*Exercise directions*.
For the data below, give again exactly the lines from the one containing "const offset = canvas.padLeft" through the one containing "const y = (metres: number): number", both ends included, and no others.

Provided data Block Start

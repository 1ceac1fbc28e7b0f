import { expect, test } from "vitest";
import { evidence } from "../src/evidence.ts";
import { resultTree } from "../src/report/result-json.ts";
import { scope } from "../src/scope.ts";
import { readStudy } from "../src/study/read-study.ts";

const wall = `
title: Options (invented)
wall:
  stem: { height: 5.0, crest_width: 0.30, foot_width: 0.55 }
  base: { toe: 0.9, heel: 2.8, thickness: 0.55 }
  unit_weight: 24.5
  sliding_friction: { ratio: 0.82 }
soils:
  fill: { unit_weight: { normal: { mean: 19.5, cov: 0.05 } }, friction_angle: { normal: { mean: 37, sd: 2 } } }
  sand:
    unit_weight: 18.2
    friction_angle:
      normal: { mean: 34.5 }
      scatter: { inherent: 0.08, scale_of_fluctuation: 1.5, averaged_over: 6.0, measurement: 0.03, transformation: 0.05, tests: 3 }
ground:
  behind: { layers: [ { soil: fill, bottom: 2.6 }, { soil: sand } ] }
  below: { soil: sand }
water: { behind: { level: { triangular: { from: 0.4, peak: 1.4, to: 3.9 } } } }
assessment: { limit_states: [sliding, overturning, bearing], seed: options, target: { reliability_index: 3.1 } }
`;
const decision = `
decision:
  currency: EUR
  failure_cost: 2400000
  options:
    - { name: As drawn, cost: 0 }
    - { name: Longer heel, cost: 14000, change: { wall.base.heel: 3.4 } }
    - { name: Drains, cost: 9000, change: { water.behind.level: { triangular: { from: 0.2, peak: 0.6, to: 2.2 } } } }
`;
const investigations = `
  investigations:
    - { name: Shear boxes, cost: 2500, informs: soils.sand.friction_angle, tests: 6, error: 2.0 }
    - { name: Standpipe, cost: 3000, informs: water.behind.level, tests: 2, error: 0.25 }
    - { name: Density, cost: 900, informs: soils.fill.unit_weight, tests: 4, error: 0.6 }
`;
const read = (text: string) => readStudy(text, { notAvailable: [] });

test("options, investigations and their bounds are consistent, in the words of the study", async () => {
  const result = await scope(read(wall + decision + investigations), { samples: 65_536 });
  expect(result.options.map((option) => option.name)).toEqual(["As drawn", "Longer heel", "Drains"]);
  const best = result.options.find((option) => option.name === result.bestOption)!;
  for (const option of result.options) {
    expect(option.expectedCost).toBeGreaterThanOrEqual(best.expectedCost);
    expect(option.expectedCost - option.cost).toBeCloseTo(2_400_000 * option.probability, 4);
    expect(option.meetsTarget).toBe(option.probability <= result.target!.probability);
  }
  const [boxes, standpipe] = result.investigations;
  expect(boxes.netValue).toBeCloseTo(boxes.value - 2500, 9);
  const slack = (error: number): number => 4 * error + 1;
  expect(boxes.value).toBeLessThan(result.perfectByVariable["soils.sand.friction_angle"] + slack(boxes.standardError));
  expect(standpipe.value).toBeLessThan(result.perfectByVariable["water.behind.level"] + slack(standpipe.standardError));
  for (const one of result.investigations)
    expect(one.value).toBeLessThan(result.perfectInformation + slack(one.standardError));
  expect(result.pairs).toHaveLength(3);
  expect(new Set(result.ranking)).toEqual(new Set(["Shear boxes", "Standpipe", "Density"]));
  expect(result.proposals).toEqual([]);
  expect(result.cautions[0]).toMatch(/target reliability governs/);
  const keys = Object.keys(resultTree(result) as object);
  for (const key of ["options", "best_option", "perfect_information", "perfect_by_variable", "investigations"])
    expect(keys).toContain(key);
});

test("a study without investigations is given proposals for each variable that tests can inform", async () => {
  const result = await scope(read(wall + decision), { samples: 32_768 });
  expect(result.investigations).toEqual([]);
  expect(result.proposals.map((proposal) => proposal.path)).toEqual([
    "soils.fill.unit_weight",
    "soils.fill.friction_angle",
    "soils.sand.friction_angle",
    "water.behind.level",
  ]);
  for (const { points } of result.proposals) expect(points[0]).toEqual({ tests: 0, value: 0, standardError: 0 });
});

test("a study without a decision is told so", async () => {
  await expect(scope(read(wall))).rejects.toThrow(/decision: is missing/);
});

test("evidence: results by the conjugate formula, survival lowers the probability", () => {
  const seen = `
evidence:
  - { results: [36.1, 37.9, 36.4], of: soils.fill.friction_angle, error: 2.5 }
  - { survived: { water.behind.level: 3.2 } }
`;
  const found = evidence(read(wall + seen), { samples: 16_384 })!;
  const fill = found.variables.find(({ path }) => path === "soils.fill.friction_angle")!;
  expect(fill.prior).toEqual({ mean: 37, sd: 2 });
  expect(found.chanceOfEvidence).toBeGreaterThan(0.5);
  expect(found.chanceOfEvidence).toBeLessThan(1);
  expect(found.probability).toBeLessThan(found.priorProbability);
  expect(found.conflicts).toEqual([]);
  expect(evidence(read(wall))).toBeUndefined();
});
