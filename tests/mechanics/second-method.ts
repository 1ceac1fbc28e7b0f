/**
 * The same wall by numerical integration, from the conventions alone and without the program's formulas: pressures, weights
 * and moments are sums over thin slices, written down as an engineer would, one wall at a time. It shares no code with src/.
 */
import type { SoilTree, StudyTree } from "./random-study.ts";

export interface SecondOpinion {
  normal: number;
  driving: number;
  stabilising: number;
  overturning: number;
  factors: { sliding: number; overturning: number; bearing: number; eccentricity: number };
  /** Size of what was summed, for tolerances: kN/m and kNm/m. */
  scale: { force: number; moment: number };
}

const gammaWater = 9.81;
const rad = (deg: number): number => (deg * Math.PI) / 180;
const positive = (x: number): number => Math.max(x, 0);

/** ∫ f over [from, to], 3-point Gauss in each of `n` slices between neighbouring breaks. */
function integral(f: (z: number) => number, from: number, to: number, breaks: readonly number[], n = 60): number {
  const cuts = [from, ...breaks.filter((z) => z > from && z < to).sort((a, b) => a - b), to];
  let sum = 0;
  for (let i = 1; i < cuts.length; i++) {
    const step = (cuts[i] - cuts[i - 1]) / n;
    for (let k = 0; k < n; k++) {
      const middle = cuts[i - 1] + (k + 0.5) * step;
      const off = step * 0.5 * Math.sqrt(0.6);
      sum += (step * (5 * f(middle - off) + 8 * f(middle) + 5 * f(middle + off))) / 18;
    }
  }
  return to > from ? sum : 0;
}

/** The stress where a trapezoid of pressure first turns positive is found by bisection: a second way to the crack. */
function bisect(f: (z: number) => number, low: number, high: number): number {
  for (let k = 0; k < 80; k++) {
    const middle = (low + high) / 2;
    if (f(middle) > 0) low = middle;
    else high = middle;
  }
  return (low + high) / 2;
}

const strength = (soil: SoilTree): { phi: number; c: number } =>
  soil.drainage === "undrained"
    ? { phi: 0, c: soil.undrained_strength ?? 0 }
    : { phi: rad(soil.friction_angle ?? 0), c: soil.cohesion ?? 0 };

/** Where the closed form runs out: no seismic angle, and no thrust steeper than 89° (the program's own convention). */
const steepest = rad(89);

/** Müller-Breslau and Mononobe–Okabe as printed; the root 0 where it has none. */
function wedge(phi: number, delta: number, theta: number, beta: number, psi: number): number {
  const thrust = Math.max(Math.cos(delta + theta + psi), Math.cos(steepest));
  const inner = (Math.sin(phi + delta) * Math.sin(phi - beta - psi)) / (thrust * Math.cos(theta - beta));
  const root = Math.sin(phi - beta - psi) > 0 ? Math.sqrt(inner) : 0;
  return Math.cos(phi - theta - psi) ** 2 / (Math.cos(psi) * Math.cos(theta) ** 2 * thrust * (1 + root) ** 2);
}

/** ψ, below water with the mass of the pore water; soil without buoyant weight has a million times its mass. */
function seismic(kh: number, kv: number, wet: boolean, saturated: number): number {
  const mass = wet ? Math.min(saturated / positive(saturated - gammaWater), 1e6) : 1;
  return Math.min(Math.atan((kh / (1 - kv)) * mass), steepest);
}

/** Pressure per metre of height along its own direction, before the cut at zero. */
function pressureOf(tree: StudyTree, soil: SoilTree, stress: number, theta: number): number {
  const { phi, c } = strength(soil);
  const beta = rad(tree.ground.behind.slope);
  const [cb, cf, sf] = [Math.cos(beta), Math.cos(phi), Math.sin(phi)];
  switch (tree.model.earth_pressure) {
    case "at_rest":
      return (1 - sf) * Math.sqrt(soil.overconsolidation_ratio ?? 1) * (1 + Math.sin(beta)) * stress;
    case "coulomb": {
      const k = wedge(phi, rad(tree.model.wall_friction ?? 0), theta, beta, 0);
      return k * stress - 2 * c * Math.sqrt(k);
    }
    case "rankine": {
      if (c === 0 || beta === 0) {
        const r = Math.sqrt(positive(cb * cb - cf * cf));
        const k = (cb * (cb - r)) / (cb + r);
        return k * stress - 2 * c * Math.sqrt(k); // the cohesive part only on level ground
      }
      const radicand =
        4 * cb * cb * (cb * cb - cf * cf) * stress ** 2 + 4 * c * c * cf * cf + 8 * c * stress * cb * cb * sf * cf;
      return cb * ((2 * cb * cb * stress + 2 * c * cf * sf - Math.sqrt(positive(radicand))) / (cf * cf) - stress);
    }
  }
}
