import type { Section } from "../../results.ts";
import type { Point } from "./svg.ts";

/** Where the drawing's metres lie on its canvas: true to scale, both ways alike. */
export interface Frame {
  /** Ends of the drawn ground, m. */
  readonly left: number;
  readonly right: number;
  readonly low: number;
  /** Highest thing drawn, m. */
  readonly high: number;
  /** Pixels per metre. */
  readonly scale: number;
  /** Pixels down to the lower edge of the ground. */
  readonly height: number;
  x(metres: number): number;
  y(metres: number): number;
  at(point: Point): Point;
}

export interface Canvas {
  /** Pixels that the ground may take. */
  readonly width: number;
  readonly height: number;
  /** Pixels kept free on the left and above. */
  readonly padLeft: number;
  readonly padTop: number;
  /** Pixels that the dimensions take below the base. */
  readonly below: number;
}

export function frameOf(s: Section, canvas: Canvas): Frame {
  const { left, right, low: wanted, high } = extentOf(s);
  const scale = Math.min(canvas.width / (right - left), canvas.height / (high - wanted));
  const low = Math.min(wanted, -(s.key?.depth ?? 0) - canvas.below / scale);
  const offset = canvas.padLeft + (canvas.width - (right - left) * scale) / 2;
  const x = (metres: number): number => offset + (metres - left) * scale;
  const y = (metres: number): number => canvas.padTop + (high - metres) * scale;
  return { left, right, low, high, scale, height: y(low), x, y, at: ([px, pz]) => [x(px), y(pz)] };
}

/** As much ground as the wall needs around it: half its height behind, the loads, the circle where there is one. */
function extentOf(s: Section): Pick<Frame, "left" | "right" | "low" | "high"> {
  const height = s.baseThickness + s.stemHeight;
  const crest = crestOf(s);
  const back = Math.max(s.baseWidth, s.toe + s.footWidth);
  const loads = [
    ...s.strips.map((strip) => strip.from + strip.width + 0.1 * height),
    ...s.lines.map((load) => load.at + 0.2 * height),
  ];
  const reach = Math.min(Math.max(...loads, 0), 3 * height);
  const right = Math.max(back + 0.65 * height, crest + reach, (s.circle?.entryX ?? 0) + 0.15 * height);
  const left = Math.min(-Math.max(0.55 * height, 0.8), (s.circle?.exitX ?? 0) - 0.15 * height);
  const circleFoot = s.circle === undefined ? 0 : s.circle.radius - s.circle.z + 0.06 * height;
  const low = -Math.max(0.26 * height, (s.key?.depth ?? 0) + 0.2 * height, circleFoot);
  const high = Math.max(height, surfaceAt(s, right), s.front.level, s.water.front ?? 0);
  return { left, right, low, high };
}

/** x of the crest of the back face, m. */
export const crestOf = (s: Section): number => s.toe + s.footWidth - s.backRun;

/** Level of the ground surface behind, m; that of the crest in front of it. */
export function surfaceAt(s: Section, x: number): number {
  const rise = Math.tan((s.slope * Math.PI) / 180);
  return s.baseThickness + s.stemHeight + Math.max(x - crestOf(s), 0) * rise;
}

Provided data Block End

*Task answer*.
  const offset = canvas.padLeft + (canvas.width - (right - left) * scale) / 2;
  const x = (metres: number): number => offset + (metres - left) * scale;
  const y = (metres: number): number => canvas.padTop + (high - metres) * scale;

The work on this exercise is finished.